Rock star Mike Rutherford, a Loxwood local, has thrown his weight behind a campaign to protect woodland in the rural West Sussex village in which he lives.
Proposals to build a clay pit and landfill recycling plant in the village of Loxwood have prompted the Genesis and Mike and the Mechanics guitarist to speak out about the devastating impact the plans could have on the local community and environment.
Loxwood Clay Pits Ltd wants to extract clay and build a construction materials recycling facility in a 300-acre woodland crossed by public footpaths and bridleways in a project lasting 33 years.
Rutherford, who was elected to the Rock and Roll Hall of Fame in 2010, has lived in Loxwood for the past 40 years and said he feared the plans would “destroy the countryside and woodland”. He added: “The change locally would be so incredibly bad that I think it’s important we try and stop it.”
The plans have met with huge local opposition, with campaigners arguing that the area is a greenfield site with established native woodland that provides an invaluable wildlife habitat. They have also raised concerns about the increase in lorry movements on a large number of rural roads if the proposals were to go ahead. Most recently seen plans show two routes into and out of the site to reach the lorry network.
An action group ‘Stop Loxwood Clay Pit’ has been formed from the local community to fight the proposals and an online petition objecting to the clay pit has already been signed by more than 4,000 people. The group has garnered support from those living in Loxwood as well as neighbouring villages of Alfold, Rudgwick and Wisborough Green, and set up a website www.stoptheclaypit.org.

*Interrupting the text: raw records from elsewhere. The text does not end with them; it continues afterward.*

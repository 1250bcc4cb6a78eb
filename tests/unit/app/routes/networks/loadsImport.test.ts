import { beforeAll, describe, expect, it } from "vitest";
import { getDb } from "#app/lib/db.server.ts";
import { action as importLoads, loader as importPage, SHOWN_CHANGES } from "#app/routes/networks/loads-import.tsx";
import { findNetwork, readRevision } from "#db/networks.ts";
import { call, getRequest } from "../harness.ts";
import { makeTeam, networkFromFixture, rowCounts, uploadRequest, type TeamFixture } from "../teamFixtures.ts";

let team: TeamFixture;

beforeAll(async () => {
  team = await makeTeam("Loads");
});

const goodCsv = "bus,name,P (kW),power factor\nb-town,Calder Flats school,400,0.95\nCalder Flats town 11 kV,Calder Flats town,7500,0.9 lagging\n";

function send(networkId: number, intent: string, csv: string, revision: number, cookie = team.cookies.editor) {
  return call(
    importLoads,
    uploadRequest(`/networks/${networkId}/loads-import`, { intent, revision: String(revision) }, { name: "loads.csv", text: csv, type: "text/csv" }, { cookie }),
    { networkId: String(networkId) },
  );
}

async function currentRevision(networkId: number) {
  return (await findNetwork(await getDb(), networkId))!.current_revision;
}

describe("loads CSV import into a network", () => {
  it("previews the change without saving, then applies it as one new revision", async () => {
    const networkId = await networkFromFixture(team);
    const page = await call(importPage, getRequest(`/networks/${networkId}/loads-import`, team.cookies.editor), { networkId: String(networkId) });
    expect(page.body).toMatchObject({ revision: 1, loadCount: 2 });

    const preview = await send(networkId, "preview", goodCsv, 1);
    expect(preview.status).toBe(200);
    expect(preview.body.changes.map((c: { action: string; load: { name: string } }) => [c.action, c.load.name])).toEqual([
      ["new", "Calder Flats school"],
      ["update", "Calder Flats town"],
    ]);
    expect(await currentRevision(networkId)).toBe(1);

    const applied = await send(networkId, "apply", goodCsv, 1);
    expect(applied.status).toBe(200);
    expect(applied.body).toMatchObject({ stage: "applied", revision: 2 });
    const stored = (await readRevision(await getDb(), networkId, 2))!;
    const loads = (stored.document as { loads: { name: string; pMW: number; qMvar: number }[] }).loads;
    expect(loads).toHaveLength(3);
    // P = 7.5 MW at power factor 0.9: Q = P·tan(arccos 0.9) = 7.5 × 0.484322 = 3.6324 Mvar.
    expect(loads.find((l) => l.name === "Calder Flats town")).toMatchObject({ pMW: 7.5, qMvar: expect.closeTo(3.63242, 4) });
    expect(stored.message).toBe("Loads from loads.csv: 1 added, 1 updated");
  });

  it("saves nothing when any row is wrong", async () => {
    const networkId = await networkFromFixture(team);
    const before = await rowCounts();
    const outcome = await send(networkId, "apply", `${goodCsv}b-nowhere,Ghost,1,0.9\n`, 1);
    expect(outcome.status).toBe(400);
    expect(outcome.body.rowErrors).toEqual([{ row: 4, column: "bus", message: 'no bus has the id or name "b-nowhere"' }]);
    expect(await rowCounts()).toEqual(before);
  });

  it("refuses to apply over a revision saved since the preview (409), saving nothing", async () => {
    const networkId = await networkFromFixture(team);
    expect((await send(networkId, "apply", goodCsv, 1)).status).toBe(200);
    const before = await rowCounts();
    const stale = await send(networkId, "apply", goodCsv, 1);
    expect(stale.status).toBe(409);
    expect(stale.body.fileError).toMatch(/changed since the preview \(it is now at revision 2\)/);
    expect(await rowCounts()).toEqual(before);
  });

  it("takes 20,000 rows: the answer lists the first changes and counts them all, so the page stays small enough to render", async () => {
    const networkId = await networkFromFixture(team);
    const rows = ["bus,name,P (kW),power factor"];
    for (let i = 0; i < 20_000; i++) rows.push(`b-town,Feeder load ${i},${100 + (i % 50)},0.95`);
    const csv = rows.join("\n");

    const preview = await send(networkId, "preview", csv, 1);
    expect(preview.status).toBe(200);
    expect(preview.body).toMatchObject({ added: 20_000, updated: 0 });
    expect(preview.body.changes).toHaveLength(SHOWN_CHANGES);
    // Before the cap the preview carried every change (4.3 MB) and its page outlasted the render budget.
    expect(JSON.stringify(preview.body).length).toBeLessThan(200_000);

    const applied = await send(networkId, "apply", csv, 1);
    expect(applied.status).toBe(200);
    expect(applied.body).toMatchObject({ stage: "applied", revision: 2, added: 20_000, changes: [] });
    const stored = (await readRevision(await getDb(), networkId, 2))!;
    expect((stored.document as { loads: unknown[] }).loads).toHaveLength(20_002);
  }, 60_000);

  it("is refused to a viewer (403)", async () => {
    const networkId = await networkFromFixture(team);
    expect((await send(networkId, "apply", goodCsv, 1, team.cookies.viewer)).status).toBe(403);
    expect(await currentRevision(networkId)).toBe(1);
  });
});
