// The study engine against plain solves: each case's numbers are those of the same network with
// the case applied by hand and solved by solveNetwork (the engine adds nothing to the physics).
import { describe, expect, it } from "vitest";
import { solveNetwork } from "#solver/index.ts";
import { runStudy, runStudySync, type Study } from "#solver/study/index.ts";
import type { NetworkInput } from "#solver/schema.ts";
import { fixtureDocument, tarnWithCases, twinTransformers } from "./networks.ts";

function studyOf(doc: NetworkInput, request: object = {}): Study {
  const outcome = runStudySync(doc, request);
  if (!outcome.ok) throw new Error(outcome.issues.map((i) => `${i.path}: ${i.message}`).join("; "));
  return outcome.study;
}

function plainSolve(doc: NetworkInput) {
  const outcome = solveNetwork(doc);
  if (!outcome.ok) throw new Error(outcome.issues.map((i) => i.message).join("; "));
  return outcome.result;
}

describe("operating cases", () => {
  it("gives each case the numbers of a plain solve of the network with that case applied by hand", () => {
    const study = studyOf(
      tarnWithCases([
        { id: "peak", name: "Winter peak", loads: { "ld-town": 1.1 } },
        { id: "light", name: "Light load", loadScale: 0.4, sources: { "g-tarn": { voltagePu: 1.01 } }, outOfService: ["c-calder"] },
      ]),
    );

    const byHandPeak = fixtureDocument("tarn-head-calder-flats.json");
    const town = byHandPeak.loads!.find((l) => l.id === "ld-town")!;
    town.pMW *= 1.1;
    town.qMvar! *= 1.1;
    const peak = plainSolve(byHandPeak);
    expect(study.cases[0].loadFlow).toEqual(peak.loadFlow);
    expect(study.cases[0].faults).toEqual(peak.faults);
    expect(study.cases[0].checks).toEqual(peak.checks.map((c) => ({ ...c, case: "peak" })));

    const byHandLight = fixtureDocument("tarn-head-calder-flats.json");
    for (const load of byHandLight.loads!) {
      load.pMW *= 0.4;
      load.qMvar! *= 0.4;
    }
    byHandLight.sources![0].voltagePu = 1.01;
    byHandLight.shunts = [];
    const light = plainSolve(byHandLight);
    expect(study.cases[1].loadFlow).toEqual(light.loadFlow);
    expect(study.cases[1].checks).toEqual(light.checks.map((c) => ({ ...c, case: "light" })));
  });

  it("studies a network without cases as one case, as drawn", () => {
    const { cases: _cases, growth: _growth, ...doc } = fixtureDocument("tarn-head-calder-flats.json");
    const study = studyOf(doc);
    expect(study.cases.map((c) => c.id)).toEqual(["as-drawn"]);
    expect(study.cases[0].loadFlow).toEqual(plainSolve(doc).loadFlow);
  });

  it("takes a source out with inService false, and counts the load it leaves unsupplied as lost", () => {
    const study = studyOf(tarnWithCases([{ id: "dark", name: "Station out", sources: { "g-tarn": { inService: false } } }]));
    // Mine 9 MW + town 7 MW: every load of the demo hangs on the one station.
    expect(study.cases[0].lostLoadMW).toBeCloseTo(16, 9);
    expect(study.cases[0].deenergisedBuses).toHaveLength(6);
    expect(study.cases[0].checks).toEqual([]);
  });
});

describe("the envelope", () => {
  it("keeps each bus's lowest and highest voltage and each branch's highest loading with the case that sets it", () => {
    const study = studyOf(
      tarnWithCases([
        { id: "peak", name: "Peak", loadScale: 1 },
        { id: "light", name: "Light", loadScale: 0.3 },
        { id: "middle", name: "Middle", loadScale: 0.6 },
      ]),
    );
    for (const bus of study.envelope.buses) {
      const readings = study.cases.map((c) => ({ case: c.id, vPu: c.loadFlow.buses.find((b) => b.id === bus.id)!.vPu }));
      const lowest = readings.reduce((a, b) => (b.vPu < a.vPu ? b : a));
      const highest = readings.reduce((a, b) => (b.vPu > a.vPu ? b : a));
      expect([bus.vMinPu, bus.vMinCase, bus.vMaxPu, bus.vMaxCase]).toEqual([lowest.vPu, lowest.case, highest.vPu, highest.case]);
    }
    // More load, more current: every rated branch peaks in the peak case (common practice).
    expect(study.envelope.branches.length).toBeGreaterThan(0);
    for (const branch of study.envelope.branches) expect(branch.maxLoadingCase).toBe("peak");
  });
});

describe("energy over the cases' hours", () => {
  it("sums case loss × hours over a three-step load-duration curve (hand arithmetic)", () => {
    const steps = [
      { id: "high", name: "High", hoursPerYear: 1000, loadScale: 1 },
      { id: "mid", name: "Middle", hoursPerYear: 4000, loadScale: 0.6 },
      { id: "low", name: "Low", hoursPerYear: 3760, loadScale: 0.25 },
    ];
    const study = studyOf(tarnWithCases(steps));
    const lossOf = (scale: number) => {
      const doc = fixtureDocument("tarn-head-calder-flats.json");
      for (const load of doc.loads!) {
        load.pMW *= scale;
        load.qMvar! *= scale;
      }
      return plainSolve(doc).loadFlow.totals.lossMW;
    };
    const byHand = lossOf(1) * 1000 + lossOf(0.6) * 4000 + lossOf(0.25) * 3760;
    expect(study.energy.method).toBe("case-hours");
    expect(study.energy.hoursCovered).toBe(8760);
    expect(study.energy.lossMWhPerYear).toBeCloseTo(byHand, 9);
  });

  it("falls back to the loss load factor when no case carries hours", () => {
    const study = studyOf(tarnWithCases([{ id: "peak", name: "Peak" }, { id: "light", name: "Light", loadScale: 0.3 }]));
    const peak = plainSolve(fixtureDocument("tarn-head-calder-flats.json")).loadFlow;
    const vPu = (bus: string) => peak.buses.find((b) => b.id === bus)!.vPu;
    // Core loss runs all year: 17 kW and 16 kW at the square of each HV terminal's voltage.
    const coreMW = (17 * vPu("b-tarn-66") ** 2 + 16 * vPu("b-calder-66") ** 2) / 1000;
    // LLF = 0.3·0.6 + 0.7·0.6² = 0.432 (Buller and Woodrow, k = 0.3, LF = 0.6).
    expect(study.energy).toMatchObject({ method: "loss-load-factor", peakCase: "peak", loadFactor: 0.6 });
    expect(study.energy.lossLoadFactor).toBeCloseTo(0.432, 12);
    expect(study.energy.lossMWhPerYear).toBeCloseTo((peak.totals.lossMW - coreMW) * 0.432 * 8760 + coreMW * 8760, 6);
  });
});

describe("outages (N-1)", () => {
  it("doubles the survivor's loading when one of two identical parallel transformers is out (common practice)", () => {
    const study = studyOf(twinTransformers(6), { outages: true });
    const both = study.cases[0].loadFlow.branches.find((b) => b.id === "t2")!.loadingPct!;
    const t1Out = study.outages!.find((o) => o.element === "t1")!;
    expect(t1Out.lostLoadMW).toBe(0);
    expect(t1Out.highestLoading!.element).toBe("t2");
    // Twice the load on one unit. Its doubled voltage drop, ΔV ≈ (PR + QX)/V ≈ 2 % here, raises
    // a constant-power load's current by about as much, and its reactive loss I²X adds a little.
    const ratio = t1Out.highestLoading!.loadingPct / both;
    expect(ratio).toBeGreaterThan(2);
    expect(ratio).toBeLessThan(2.03);
  });

  it("states the firm capacity of a substation with parallel transformers: installed less the largest unit", () => {
    const study = studyOf(twinTransformers(12), { outages: true });
    expect(study.firmCapacity).toHaveLength(1);
    const firm = study.firmCapacity![0];
    expect([firm.installedMVA, firm.firmMVA]).toEqual([20, 10]);
    // 12 MW at Q = 0.33 P is about 12.6 MVA at the load, more than one unit's 10 MVA.
    expect(firm.peakDemandMVA).toBeGreaterThan(12.6);
    expect(firm.withinFirm).toBe(false);
    expect(study.outages!.find((o) => o.element === "t1")!.checks.map((c) => [c.element, c.kind, c.case])).toContainEqual(["t2", "transformer-overload", "as-drawn"]);
  });

  it("reports the load an outage islands as lost load, not as a failed solve", () => {
    const study = studyOf(tarnWithCases([{ id: "peak", name: "Peak" }]), { outages: true });
    const townLineOut = study.outages!.find((o) => o.element === "l-town")!;
    expect(townLineOut.converged).toBe(true);
    // The town's 7 MW hangs on that one line (the demo's data).
    expect(townLineOut.lostLoadMW).toBeCloseTo(7, 12);
    expect(townLineOut.deenergisedBuses).toEqual(["b-town"]);
    const stepUpOut = study.outages!.find((o) => o.element === "t-tarn")!;
    expect(stepUpOut.lostLoadMW).toBeCloseTo(16, 12);
    // Every line and transformer out in turn.
    expect(study.outages!.map((o) => o.element).sort()).toEqual(["l-fell", "l-mine", "l-town", "t-calder", "t-tarn"]);
  });

  it("runs outages only in the cases asked for, and names a case that does not exist", () => {
    const doc = tarnWithCases([{ id: "peak", name: "Peak" }, { id: "light", name: "Light", loadScale: 0.3 }]);
    expect(new Set(studyOf(doc, { outages: ["light"] }).outages!.map((o) => o.case))).toEqual(new Set(["light"]));
    expect(runStudySync(doc, { outages: ["dusk"] })).toEqual({
      ok: false,
      issues: [{ path: "outages[0]", message: 'there is no operating case "dusk" (the cases are "peak", "light")' }],
    });
  });
});

describe("years of load growth", () => {
  const RATE = 3;
  it("finds the first year whose solve with load × (1 + g)^n breaks each limit", () => {
    const doc = tarnWithCases([{ id: "peak", name: "Peak" }], { ratePctPerYear: RATE, years: 15 });
    const study = studyOf(doc, { years: true });
    const limitsInYear = (year: number) => {
      const byHand = fixtureDocument("tarn-head-calder-flats.json");
      for (const load of byHand.loads!) {
        load.pMW *= (1 + RATE / 100) ** year;
        load.qMvar! *= (1 + RATE / 100) ** year;
      }
      return plainSolve(byHand).checks.map((c) => `${c.element} ${c.kind}`);
    };
    const stepUp = study.years!.find((y) => y.element === "t-tarn" && y.kind === "transformer-overload")!;
    expect(stepUp.case).toBe("peak");
    expect(limitsInYear(stepUp.firstYear)).toContain("t-tarn transformer-overload");
    expect(limitsInYear(stepUp.firstYear - 1)).not.toContain("t-tarn transformer-overload");
    // The station's 24 MVA against about 19 MVA at year 0: ln(24/19)/ln(1.03) ≈ 7.9, so within a
    // year or two of 8 once losses and reactive power grow too (compound growth, by hand).
    expect(stepUp.firstYear).toBeGreaterThanOrEqual(5);
    expect(stepUp.firstYear).toBeLessThanOrEqual(9);
  });

  it("names the year the chain stops carrying its load, the first whose solve does not converge", () => {
    const study = studyOf(tarnWithCases([{ id: "peak", name: "Peak" }], { ratePctPerYear: 10, years: 30 }), { years: true });
    const year = study.growth!.loadNotCarriedYear!;
    expect(study.growth!.loadNotCarriedCase).toBe("peak");
    const carries = (y: number) => {
      const byHand = fixtureDocument("tarn-head-calder-flats.json");
      for (const load of byHand.loads!) {
        load.pMW *= 1.1 ** y;
        load.qMvar! *= 1.1 ** y;
      }
      return plainSolve(byHand).loadFlow.converged;
    };
    expect([carries(year - 1), carries(year)]).toEqual([true, false]);
  });

  it("asks for a growth when the network has none", () => {
    expect(runStudySync(tarnWithCases([{ id: "peak", name: "Peak" }]), { years: true })).toMatchObject({ ok: false, issues: [{ path: "years" }] });
  });
});

describe("a study a little at a time", () => {
  const doc = tarnWithCases([{ id: "peak", name: "Peak" }, { id: "light", name: "Light", loadScale: 0.3 }], { ratePctPerYear: 2, years: 10 });

  it("reports progress to the end and returns what the whole run returns", async () => {
    const seen: number[] = [];
    const outcome = await runStudy(doc, { outages: true, years: true }, { onProgress: (p) => seen.push(p.done / p.total) });
    expect(seen.at(-1)).toBe(1);
    expect(outcome).toEqual(runStudySync(doc, { outages: true, years: true }));
  });

  it("does not start when its signal is already aborted", async () => {
    const controller = new AbortController();
    controller.abort();
    await expect(runStudy(doc, { outages: true }, { signal: controller.signal })).rejects.toMatchObject({ name: "AbortError" });
  });

  it("stops between two load flows when its signal is aborted while it runs", async () => {
    const controller = new AbortController();
    let reports = 0;
    const running = runStudy(doc, { outages: true, years: true }, {
      signal: controller.signal,
      onProgress: () => {
        reports++;
        controller.abort();
      },
    });
    await expect(running).rejects.toMatchObject({ name: "AbortError" });
    expect(reports).toBe(1);
  });
});
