import { readFileSync } from "node:fs";
import { describe, expect, it } from "vitest";
import { validateNetwork, type Network } from "#solver/schema.ts";
import { arrangeLeftToRight } from "#app/components/sheet/arrange.ts";
import { documentToFlow, GRID_PX } from "#app/components/sheet/flowModel.ts";

function load(file: string): Network {
  const parsed = validateNetwork(JSON.parse(readFileSync(`tests/fixtures/${file}`, "utf8")));
  if (!parsed.ok) throw new Error(`${file} does not validate`);
  return parsed.network;
}

describe("arrange left to right", () => {
  for (const file of ["tarn-head-calder-flats.json", "hollin-moor-solar.json"]) {
    it(`lays ${file} out without overlaps, on the grid`, () => {
      const doc = load(file);
      const arranged = arrangeLeftToRight({ document: doc, layout: {} });
      const { nodes } = documentToFlow(arranged.document, arranged.layout);
      for (const n of nodes) {
        expect(Math.abs(n.position.x % GRID_PX)).toBe(0);
        expect(Math.abs(n.position.y % GRID_PX)).toBe(0);
      }
      const boxes = nodes.map((n) => ({ id: n.id, l: n.position.x - n.width! / 2, r: n.position.x + n.width! / 2, t: n.position.y - n.height! / 2, b: n.position.y + n.height! / 2 }));
      for (const a of boxes)
        for (const b of boxes)
          if (a.id < b.id) {
            const overlap = a.l < b.r && b.l < a.r && a.t < b.b && b.t < a.b;
            expect(overlap, `${a.id} overlaps ${b.id}`).toBe(false);
          }
      // the document changed only in bus positions
      expect(arranged.document.buses.map((b) => b.id)).toEqual(doc.buses.map((b) => b.id));
      expect(arranged.document.lines).toBe(doc.lines);
    });
  }

  it("runs the hydro chain from the generator towards the loads", () => {
    const arranged = arrangeLeftToRight({ document: load("tarn-head-calder-flats.json"), layout: {} });
    const x = (id: string) => documentToFlow(arranged.document, arranged.layout).nodes.find((n) => n.id === id)!.position.x;
    const chain = ["g-tarn", "b-tarn-11", "t-tarn", "b-tarn-66", "l-fell", "b-calder-66", "t-calder", "b-calder-11", "l-mine", "b-mine", "ld-mine"];
    for (let i = 1; i < chain.length; i++) expect(x(chain[i]), `${chain[i - 1]} before ${chain[i]}`).toBeGreaterThan(x(chain[i - 1]));
  });

  it("starts the solar example from its grid infeed, the slack", () => {
    const arranged = arrangeLeftToRight({ document: load("hollin-moor-solar.json"), layout: {} });
    const bus = (id: string) => arranged.document.buses.find((b) => b.id === id)!.x!;
    expect(bus("b-greyscar")).toBeLessThan(bus("b-hollin-132"));
    expect(bus("b-hollin-132")).toBeLessThan(bus("b-hollin-33"));
  });
});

Dr Jill Sutcliffe, an environmental scientist, added: “This is an important area for wildlife and a Biodiversity Emergency was declared last year. We must look after what we have and encourage more wildlife, not remove habitat so we have less.”
At a recent public consultation webinar, the agent for Loxwood Clay Pits Ltd, ProTreat Ltd, described the proposals as “small” and dismissed claims they would impact locals and wildlife.